As the world suffers through endless Covid convulsions, I keep finding myself in normality, so I am blessed. It’s astounding to witness so much tyranny and psychosis from afar. If the majority keep swallowing official lies, this madness won’t stop. The tide is turning, but will it be fast enough, and what other weapons, biological or otherwise, do our collective enemy have in store?
By now, it should be clear why we’re being destroyed. To make room for lions, hippos, giraffes and billionaires (with their slaves and sex slaves), billions of ordinary men, women and children must be culled.
To those at the top of the pyramid, nearly all of us are superfluous, unsightly and annoying, so we must exit cleanly, with consent even, so they can laugh even harder. Though war as universal hygiene might still come, it entails too many collateral damages, such as pulverized bridges, monuments and art objects, etc., and the mess it leaves behind! Too much to clean up. It’s better to just unclog cities, flush all that grinning and stupid humanity down the shit hole, and charge them for the privilege. Deception is delicious!
Often, I’m mocked for writing about “losers,” or for being a “loser” myself, but only true losers speak that way. To be smug is to cut oneself off from nearly all of life, thus to lose in the ugliest way.

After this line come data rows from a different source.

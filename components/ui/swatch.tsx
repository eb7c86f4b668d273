import { useId } from 'react';
import { View } from 'react-native';
import Svg, { Circle, Defs, G, Path, Rect, Text } from 'react-native-svg';

import { clothOf, ClothPattern } from '@/components/ui/cloth';
import { useTheme } from '@/components/ui/theme';
import { font } from '@/components/ui/type';
import type { RequestFabric } from '@/shared/model/plan-request';

const LETTER_PX = { 26: 13, 34: 15, 44: 18, 52: 19 } as const;
const STAR = 'M0-5.4 1.6-1.9 5.2-1.7 2.5.9 3.3 4.5 0 2.6-3.3 4.5-2.5.9-5.2-1.7-1.6-1.9Z';

interface Props {
  fabric: RequestFabric;
  size: 26 | 34 | 44 | 52;
  /** draws a star on its corner */
  dominant?: boolean;
  /** what is read out; "" where the words beside it already say it */
  label?: string;
}

/** A fabric's own colour, print and letter; never tinted, in Day and in Lamp. */
export function Swatch({ fabric, size, dominant = false, label }: Props) {
  const theme = useTheme();
  const id = `swatch-${useId().replace(/\W/g, '')}`;
  const { cloth, letter } = clothOf(fabric);
  const words = label ?? `${fabric.letter}, ${fabric.name}${dominant ? ', dominant' : ''}`;
  const letterPx = LETTER_PX[size];
  const text = {
    x: size / 2,
    y: size / 2 + letterPx * 0.36,
    textAnchor: 'middle' as const,
    fontSize: letterPx,
    fontFamily: font.bold,
  };
  return (
    <View
      {...(words === ''
        ? { 'aria-hidden': true }
        : { accessible: true, role: 'img' as const, 'aria-label': words })}
      style={{ width: size, height: size, flexShrink: 0 }}
    >
      <Svg width={size} height={size} style={{ overflow: 'visible' }}>
        <Defs>
          <ClothPattern id={id} fabric={fabric} />
        </Defs>
        <Rect
          x={0.75}
          y={0.75}
          width={size - 1.5}
          height={size - 1.5}
          rx={size / 4}
          fill={`url(#${id})`}
          stroke={theme.color.edge}
          strokeWidth={1.5}
        />
        <Text
          {...text}
          fill={cloth}
          stroke={cloth}
          strokeWidth={letterPx / 2}
          strokeLinejoin="round"
        >
          {fabric.letter}
        </Text>
        <Text {...text} fill={letter}>
          {fabric.letter}
        </Text>
        {dominant && <Star at={size - 3} color={theme.color.weldInk} on={theme.color.card} />}
      </Svg>
    </View>
  );
}

function Star({ at, color, on }: { at: number; color: string; on: string }) {
  return (
    <>
      <Circle cx={at} cy={3} r={8} fill={on} stroke={color} strokeWidth={1} />
      <G x={at} y={3}>
        <Path d={STAR} fill={color} />
      </G>
    </>
  );
}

Injected, the executed grin in gratitude, then curse those who won’t join them. Annihilated, they fancy themselves winners.
2 comments:
I have a similar story to Evelyn’s Hippo. Back where I’m from(front range of Colorado) there was a big old bull elk named ‘big boy’ that roamed the rural mapleton neighborhood of Boulder Colorado. Old and tame the locals never feared its large stature, and ominous rack of horns. It was welcomed to roam across yards in and out of various green belts, and just like the local people’ big boy’s number one enemy became the cops - they stalked him on into someone’s yard and shot him dead - then as cops usually do, they lied about.
https://www.foxnews.com/us/former-boulder-police-officer-gets-4-years-of-probation-for-killing-big-boy-trophy-elk
In a similar case in Estes Park Co the non-badged perp did actual jail time for killing a tame elk.